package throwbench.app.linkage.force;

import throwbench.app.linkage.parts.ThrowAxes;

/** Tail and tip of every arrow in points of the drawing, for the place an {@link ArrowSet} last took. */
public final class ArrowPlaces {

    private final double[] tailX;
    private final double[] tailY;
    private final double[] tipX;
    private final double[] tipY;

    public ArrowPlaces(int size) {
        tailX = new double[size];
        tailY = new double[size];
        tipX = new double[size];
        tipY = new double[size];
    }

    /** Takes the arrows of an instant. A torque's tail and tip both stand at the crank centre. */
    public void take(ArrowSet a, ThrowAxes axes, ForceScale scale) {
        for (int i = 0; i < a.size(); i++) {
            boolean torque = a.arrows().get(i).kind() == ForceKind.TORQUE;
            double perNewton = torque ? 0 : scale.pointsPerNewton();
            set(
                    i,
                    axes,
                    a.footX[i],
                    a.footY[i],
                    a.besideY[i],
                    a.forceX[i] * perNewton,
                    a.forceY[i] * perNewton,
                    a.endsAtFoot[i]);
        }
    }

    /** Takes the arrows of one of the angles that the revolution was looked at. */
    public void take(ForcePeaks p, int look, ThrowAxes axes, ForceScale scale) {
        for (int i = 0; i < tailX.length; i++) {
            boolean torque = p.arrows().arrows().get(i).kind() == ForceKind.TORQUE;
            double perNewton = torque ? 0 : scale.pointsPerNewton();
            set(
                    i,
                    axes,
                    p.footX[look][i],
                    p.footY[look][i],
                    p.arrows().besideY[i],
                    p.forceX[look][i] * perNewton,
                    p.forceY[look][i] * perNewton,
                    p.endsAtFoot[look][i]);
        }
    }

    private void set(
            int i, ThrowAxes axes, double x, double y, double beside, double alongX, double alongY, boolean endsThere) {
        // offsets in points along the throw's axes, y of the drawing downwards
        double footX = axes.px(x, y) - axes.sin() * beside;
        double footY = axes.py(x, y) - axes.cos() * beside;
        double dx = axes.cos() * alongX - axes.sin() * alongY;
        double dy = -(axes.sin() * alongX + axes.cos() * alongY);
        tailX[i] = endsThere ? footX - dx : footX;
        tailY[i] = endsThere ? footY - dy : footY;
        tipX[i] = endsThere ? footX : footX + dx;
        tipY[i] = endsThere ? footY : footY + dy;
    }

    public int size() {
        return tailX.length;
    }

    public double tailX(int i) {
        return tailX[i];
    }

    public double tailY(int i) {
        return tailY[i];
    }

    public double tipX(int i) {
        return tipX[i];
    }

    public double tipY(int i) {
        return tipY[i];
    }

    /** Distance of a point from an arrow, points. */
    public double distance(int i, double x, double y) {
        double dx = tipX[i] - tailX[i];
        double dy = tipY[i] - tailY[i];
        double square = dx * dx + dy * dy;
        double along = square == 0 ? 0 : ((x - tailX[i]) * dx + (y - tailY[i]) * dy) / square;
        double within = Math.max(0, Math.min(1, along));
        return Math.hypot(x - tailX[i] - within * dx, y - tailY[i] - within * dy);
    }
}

> _What to do_
Please return exactly the lines from the opening line of the data above through the line with "private final double[] tailY;", both included and nothing else.

> _Your response_
package throwbench.app.linkage.force;

import throwbench.app.linkage.parts.ThrowAxes;

/** Tail and tip of every arrow in points of the drawing, for the place an {@link ArrowSet} last took. */
public final class ArrowPlaces {

    private final double[] tailX;
    private final double[] tailY;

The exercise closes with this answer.